A PROPOSED overhaul of school catchment areas across Bucks could force brothers and sisters into different schools, parents have warned.

Education chiefs at Buckinghamshire County Council have sent all schools draft papers detailing possible changes to the areas from which they can take pupils.

The changes are being made in line with Government efforts to provide 'local schools for local children' but some parents are bracing themselves for family difficulties.

Alison Veale, 42, of Westover Road, near Downley, High Wycombe, sent her eldest daughter to Sir William Borlase's Grammar School in Marlow two years ago. She had planned to send her younger daughter to Borlase's next year if she passes her 11-plus but now that looks increasingly unlikely.
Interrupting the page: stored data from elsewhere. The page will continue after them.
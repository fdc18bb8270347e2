"""Job sites: GeoJSON parsing, a local plane, and the evaluation grid over a polygon.

A job's site is a GeoJSON ``Point`` or ``Polygon`` (RFC 7946: longitude, latitude
[, height], decimal degrees). Screening needs distances from up to thousands of
candidate marks to thousands of site points, which is too many for geodesic
inverses (about 0.5 µs each in pyproj; 10⁷ pairs ≈ 5 s). So site and candidates
are projected onto a local transverse Mercator plane with scale 1 on its central
meridian and origin at the site's reference point, and distances are planar.

Accuracy of planar distances: on a transverse Mercator projection the point scale
at distance x from the central meridian is k ≈ 1 + x²/(2R²) (Snyder 1987, *Map
Projections — A Working Manual*, USGS Prof. Paper 1395, eq. 8-7 with k0 = 1), so a
line whose ends lie within 20 km of the central meridian has a relative length error
below (20 km)²/(2·6371 km²) ≈ 4.9e-6. ``tests/geodesy/test_site.py`` checks planar
distances against pyproj's geodesic inverse (Karney 2013, *J. Geodesy* 87:43–55)
to < 1e-5 relative inside 20 km, well inside the 1e-4 the screening needs (an RTK
error of 1 ppm changes by 1e-4·1 ppm — nothing — for such a relative distance error).

Site coordinates are taken as latitude/longitude in the job's frame. RFC 7946 says
WGS 84; the difference between WGS 84 and any modern ITRF-aligned or plate-fixed
frame is at most a couple of metres, which does not change screening results
(1 ppm of 2 m is 2 µm). The *mark* coordinates used for export never pass through
this module.

Polygon grid: cell centres of a square grid inside the polygon (even–odd rule,
holes allowed), with the spacing chosen so that roughly ``target_points`` (default
1,000; always within 400–2,500 for ordinary shapes) centres fall inside, or a fixed
spacing given by the job. Worst-case figures also need the boundary, which cell
centres miss by up to half a cell, so boundary points (vertices and points along the
edges at the grid spacing) are added as *boundary samples*: they count for worst
cases but not for area fractions.
"""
Under the new council proposals, pupils from High Wycombe, Bourne End and Wooburn Green will be barred from Sir William Borlase's to make way for pupils from Stokenchurch and half of Maidenhead in Berkshire.

Mrs Veale's High Wycombe home, previously within Borlase's catchment area, would then fall outside the school's intake zone.

She said: "We would like the opportunity for both our children to be able to go to the same school as sisters. This now looks very unlikely.

"We are very happy with Sir William Borlase's but if we thought this might have happened perhaps we wouldn't have thought about sending our daughter to Borlase's in the first place."

Last week a spokesman at the school said they were considering the proposals which will be voted on by county council cabinet members in March.

Any changes to schools' catchment areas are likely to prove controversial in relation to the county's prestigious grammar schools because of their popularity with parents from areas further afield.

The draft proposals could bar pupils from places such as Gerrards Cross and Chalfont St Peter from attending High Wycombe's Royal Grammar School or John Hampden Grammar School.

Cllr Marion Clayton, county council cabinet member for schools, said: "I just thought it was time to have a fresh look at this. At some point we have to look at these things. We need local schools for local children."